REQUIRED WORK → Each entry must be printed again without a single change.
### WORKING DATA
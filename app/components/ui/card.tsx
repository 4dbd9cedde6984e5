import { useId, type ReactNode } from "react";

type CardProps = {
  title?: ReactNode;
  /** Small words beside the title. */
  note?: ReactNode;
  /** Chips or buttons at the heading's end. */
  aside?: ReactNode;
  /** A CardBody, CardSections or a Table: a card itself has no padding. */
  children: ReactNode;
  /** Layout only. */
  className?: string;
  id?: string;
  headingLevel?: 2 | 3;
};

/** A sheet of paper with a heading. */
export function Card({ title, note, aside, children, className = "", id, headingLevel: level = 2 }: CardProps) {
  const titleId = useId();
  const Heading = `h${level}` as const;
  return (
    <section id={id} aria-labelledby={title ? titleId : undefined} className={`min-w-0 rounded-lg border border-rule bg-sheet print:border-rule-2 ${className}`}>
      {title ? (
        <header className="flex flex-wrap items-baseline gap-x-3 gap-y-1 px-4.5 pt-3.5 pb-2.5">
          <Heading id={titleId}>{title}</Heading>
          {note ? <p className="text-xs text-ink-3">{note}</p> : null}
          {aside ? <div className="ml-auto flex flex-wrap items-center gap-2">{aside}</div> : null}
        </header>
      ) : null}
      {children}
    </section>
  );
}

export function CardBody({ children, className = "" }: { children: ReactNode; className?: string }) {
  return <div className={`px-4.5 pt-1 pb-4.5 first:pt-4.5 ${className}`}>{children}</div>;
}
######
WRITTEN ANSWER →
filename app/components/ui/card.tsx
repository 4dbd9cedde6984e5
import { useId, type ReactNode } from "react";

type CardProps = {
  title?: ReactNode;
  /** Small words beside the title. */
  note?: ReactNode;
  /** Chips or buttons at the heading's end. */
  aside?: ReactNode;
  /** A CardBody, CardSections or a Table: a card itself has no padding. */
  children: ReactNode;
  /** Layout only. */
  className?: string;
  id?: string;
  headingLevel?: 2 | 3;
};

/** A sheet of paper with a heading. */
export function Card({ title, note, aside, children, className = "", id, headingLevel: level = 2 }: CardProps) {
  const titleId = useId();
  const Heading = `h${level}` as const;
  return (
    <section id={id} aria-labelledby={title ? titleId : undefined} className={`min-w-0 rounded-lg border border-rule bg-sheet print:border-rule-2 ${className}`}>
      {title ? (
        <header className="flex flex-wrap items-baseline gap-x-3 gap-y-1 px-4.5 pt-3.5 pb-2.5">
          <Heading id={titleId}>{title}</Heading>
          {note ? <p className="text-xs text-ink-3">{note}</p> : null}
          {aside ? <div className="ml-auto flex flex-wrap items-center gap-2">{aside}</div> : null}
        </header>
      ) : null}
      {children}
    </section>
  );
}

export function CardBody({ children, className = "" }: { children: ReactNode; className?: string }) {
  return <div className={`px-4.5 pt-1 pb-4.5 first:pt-4.5 ${className}`}>{children}</div>;
}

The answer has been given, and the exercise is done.